El reconocido inmunólogo Enrique Esteve explica cómo la inflamación crónica de bajo grado condiciona el envejecimiento y ofrece claves para diferenciar entre edad cronológica y biológica.
El reconocido inmunólogo Enrique Esteve volvió a poner sobre la mesa una idea cada vez más repetida en medicina del envejecimiento: que no basta con cumplir años para envejecer, sino que importa cómo se envejece. El especialista sostiene que el proceso está muy condicionado por la llamada inflamación crónica de bajo grado, una activación persistente del sistema inmune que no siempre da señales evidentes, pero que puede ir erosionando el organismo con el tiempo.

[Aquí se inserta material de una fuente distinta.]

// The demo's real mini search (src/demo/search: random starts relaxed under an exp-6 plus point-charge potential,
// optimiser noise included) as a check of issue 10's flags and auto tolerance on data no generator planted:
//  - on the demo's own search, auto chooses a tolerance inside the run's gap: above every duplicate's EMD to its
//    kept structure and below the closest kept pair, as sifted with the fixed 0.04 Å, and groups the run exactly
//    as 0.04 Å does; nothing is flagged there;
//  - the same search with seed 4 (the first of seeds 1-6, 400 starts each, whose search holds one) leaves two P-1
//    structures at one minimum (-75.038 kJ/mol, 0.023 Å apart, beyond the 0.008 Å auto chooses for that run):
//    auto flags exactly those two flat-minimum, while 0.04 Å collapses them into one group and flags nothing;
//  - a diff of two runs made of that search, one holding each point of the flat minimum (and everything else in
//    both), marks the flat minimum split across them instead of only reporting a structure each run missed.
// (Before issue 14's search the demo itself held a flat minimum; the search changed, so the seed-4 run stands in.)
import { describe, expect, it } from 'vitest';
import { mkdtempSync, writeFileSync } from 'node:fs';
import { tmpdir } from 'node:os';
import { join } from 'node:path';
import { runMiniSearchInWorkers, type MiniSearchOptions } from '../src/demo/search/search.js';
import { DEMO_SEARCH } from '../src/demo/run-demo.js';
import { sift } from '../src/landscape/sift.js';
import { diffLandscapes } from '../src/landscape/diff.js';
import { adjustedRandIndex } from '../src/cluster/stats.js';
import { FLAG_CODES } from '../src/landscape/flags.js';
import type { Landscape } from '../src/landscape/schema.js';

/** The demo's search with another seed: the first of seeds 1-6 whose search leaves a flat minimum. */
const FLAT_SEARCH: MiniSearchOptions = { ...DEMO_SEARCH, seed: 4 };

/** A search written as one CIF and one energies file, with a writer for any part of it. */
async function searchFiles(options: MiniSearchOptions, name: string) {
  const found = await runMiniSearchInWorkers({ ...options, threads: 2 });
  const dir = mkdtempSync(join(tmpdir(), `polysift-demo-flags-${name}-`));
  const blocks = found.cif.split(/(?=^data_)/m).filter((b) => b.startsWith('data_'));
  const energyLines = found.energiesCsv.trim().split('\n').slice(1);
  /** The blocks whose indices pass `keep`, in input order, as sift's inputs. */
  const write = (part: string, keep: (i: number) => boolean) => {
    const take = <T>(xs: T[]) => xs.filter((_x, i) => keep(i));
    writeFileSync(join(dir, `${part}.cif`), take(blocks).join(''));
    writeFileSync(join(dir, `${part}.csv`), `id,energy\n${take(energyLines).join('\n')}\n`);
    return { inputs: [join(dir, `${part}.cif`)], energiesFile: join(dir, `${part}.csv`), threads: 2, cacheDir: null };
  };
  return { blocks: blocks.length, write };
}

const flatOf = (l: Landscape) => l.structures.filter((r) => r.flags.includes(FLAG_CODES.flatMinimum));

describe('flags and auto tolerance on the demo search', async () => {
  const demo = await searchFiles(DEMO_SEARCH, 'demo');
  const all = demo.write('all', () => true);
  const auto = (await sift(all)).landscape;
  const fixed = (await sift({ ...all, toleranceAngstrom: 0.04 })).landscape;

  it('chooses a tolerance inside the gap of the run and groups it as 0.04 Å does', () => {
    const tc = auto.toleranceChoice!;
    expect(tc.clear).toBe(true);
    const noise = Math.max(...fixed.structures.filter((r) => r.status === 'duplicate').map((r) => r.distanceToKept!));
    const distinct = Math.min(...fixed.kept.map((k) => fixed.structures[k].nearestDistance!));
    console.log(`demo: duplicates within ${noise} Å of their kept structure, kept structures >= ${distinct} Å apart; auto ${tc.chosenAngstrom} Å`);
    expect(tc.chosenAngstrom).toBeGreaterThan(noise);
    expect(tc.chosenAngstrom).toBeLessThan(distinct);
    expect(adjustedRandIndex(auto.structures.map((r) => r.keptIndex!), fixed.structures.map((r) => r.keptIndex!))).toBe(1);
  });

  it('flags nothing in the demo search, with either tolerance', () => {
    for (const l of [auto, fixed]) {
      expect(l.flagCounts).toEqual({ otherChemistryPairs: 0, otherChemistry: 0, energyMismatch: 0, flatMinimumPairs: 0, flatMinimum: 0 });
      expect(l.structures.every((r) => r.flags.length === 0)).toBe(true);
    }
  });
}, 600_000);

describe('a flat minimum in a real search (seed 4)', async () => {
  const run = await searchFiles(FLAT_SEARCH, 'seed4');
  const all = run.write('all', () => true);
  const auto = (await sift(all)).landscape;
  const fixed = (await sift({ ...all, toleranceAngstrom: 0.04 })).landscape;

  it('flags the two structures of one flat minimum with the auto tolerance, and nothing else', () => {
    const flat = flatOf(auto);
    expect(flat).toHaveLength(2);
    for (const r of flat) {
      expect(r.status).toBe('kept');
      expect(r.energy!.toFixed(2)).toBe('-75.04');
      // Written in P-1 by the search, and detected as P-1 within 0.06 Å (issue 11): the declared and detected groups agree.
      expect(r.spaceGroup).toBe('P-1');
      expect(r.symmetry!.declared).toBe('P-1');
      expect(r.symmetry!.source).toBe('detected');
      expect(r.flatPartnerDistance!).toBeGreaterThan(auto.parameters.toleranceAngstrom);
      expect(r.flatPartnerDistance!).toBeLessThan(0.12);
    }
    expect(flat[0]!.flatPartners).toEqual([flat[1]!.id]);
    expect(flat[1]!.flatPartners).toEqual([flat[0]!.id]);
    expect(Math.abs(flat[0]!.energy! - flat[1]!.energy!)).toBeLessThanOrEqual(auto.parameters.flatEnergy);
    expect(auto.flagCounts).toEqual({ otherChemistryPairs: 0, otherChemistry: 0, energyMismatch: 0, flatMinimumPairs: 1, flatMinimum: 2 });
  });

  it('collapses that pair into one group with 0.04 Å instead (it lies within it), and flags nothing', () => {
    const [a, b] = flatOf(auto);
    const ra = fixed.structures.find((r) => r.id === a!.id)!, rb = fixed.structures.find((r) => r.id === b!.id)!;
    expect(ra.keptIndex).toBe(rb.keptIndex);
    expect(fixed.counts.kept).toBe(auto.counts.kept - 1);
    expect(fixed.structures.every((r) => r.flags.length === 0)).toBe(true);
  });

  it('marks the flat minimum split across two runs in diff', async () => {
    // Two runs that share every minimum but this one: run A found only the first point of the flat minimum (and its
    // copies), run B only the second, as two searches of one landscape may.
    const [p, q] = flatOf(auto);
    const group = (k: number) => new Set(auto.structures.filter((r) => r.keptIndex === k).map((r) => r.index));
    const ofP = group(p!.index), ofQ = group(q!.index);
    const a = (await sift(run.write('first', (i) => !ofQ.has(i)))).landscape;
    const b = (await sift(run.write('second', (i) => !ofP.has(i)))).landscape;
    const d = await diffLandscapes(a, b, 'first half', 'second half', { threads: 2 });
    const flatIds = new Set(flatOf(auto).map((r) => r.id));
    const flagged = d.structures.filter((s) => s.flags.includes(FLAG_CODES.flatMinimum));
    expect(d.counts.flatSplit).toBe(1);
    expect(flagged.map((s) => [s.run, s.id, s.presence])).toEqual([['A', p!.id, 'only-A'], ['B', q!.id, 'only-B']]);
    for (const s of flagged) {
      expect(s.presence).not.toBe('both');
      expect(flatIds.has(s.id)).toBe(true);
      expect(flatIds.has(s.flatPartner!)).toBe(true);
      expect(s.run === 'A' ? s.presence === 'only-A' : s.presence === 'only-B').toBe(true);
    }
    expect(d.notes.join(' ')).toMatch(/likely one minimum on a flat energy surface, not a structure one run missed/);
  });
}, 600_000);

“El envejecimiento está muy marcado por la inflamación de bajo grado”, afirma. La idea central de Esteve se apoya en un concepto que la literatura científica conoce como inflammaging, un término que une inflamación y envejecimiento. No se refiere a la inflamación aguda, útil para defender al cuerpo de una infección o reparar un tejido, sino a una forma más sutil, “leve, persistente y sostenida”, como la describe el inmunólogo.
Ese estado inflamatorio de fondo se asocia con un peor envejecimiento biológico y con un mayor riesgo de enfermedades vinculadas a la edad. Revisiones científicas y materiales de divulgación médica de Harvard coinciden en que ese fenómeno puede contribuir al deterioro funcional y a patologías cardiovasculares, metabólicas, neurodegenerativas y autoinmunes.
Esteve resume su postura con otra frase potente: “envejecer bien significa, en gran medida, inflamarse menos”. Esa formulación no implica que toda inflamación sea mala ni que pueda eliminarse por completo. De hecho, él mismo aclara que “la inflamación no es nada malo en sí mismo” y que se trata de una “herramienta de defensa” necesaria para el organismo. El problema aparece cuando ese mecanismo queda activado más tiempo del debido o se desregula. Ahí deja de ser protección y pasa a convertirse en desgaste.
Uno de los puntos más interesantes de su explicación es que intenta separar lo normal de lo que no debería banalizarse. Esteve advierte que hay síntomas que muchas personas atribuyen sin más a “hacerse mayor”, cuando podrían estar reflejando un proceso inflamatorio que conviene estudiar. En una entrevista, el experto menciona señales como cansancio persistente, pérdida de apetito, febrícula, pérdida de peso, dolor articular que no mejora con reposo, rigidez matutina, sarpullidos, molestias abdominales, distensión o cambios intestinales. Su mensaje es claro: no todo malestar en la mediana edad o en la vejez debe darse por inevitable.
Además, el inmunólogo introduce una distinción importante entre edad cronológica y edad biológica. Según su planteo, hay personas que pueden tener más años en el calendario y, sin embargo, mostrar un envejecimiento más favorable porque mantienen “mejor control inflamatorio”. Esa observación encaja con la evidencia actual: el envejecimiento no avanza al mismo ritmo en todos los cuerpos, y parte de esa diferencia puede explicarse por la capacidad del organismo para contener esa inflamación silenciosa que se acumula con el tiempo.
Por eso, más que lanzar una frase impactante, Esteve está resumiendo una visión completa del envejecimiento. Cuando dice que “envejecer significa inflamarse menos”, lo que propone es mirar el paso del tiempo desde la biología real del cuerpo y no solo desde la edad. Su enfoque sugiere que llegar a viejo no depende únicamente de sumar años, sino también de evitar que esa inflamación de bajo grado se vuelva la música de fondo permanente del organismo.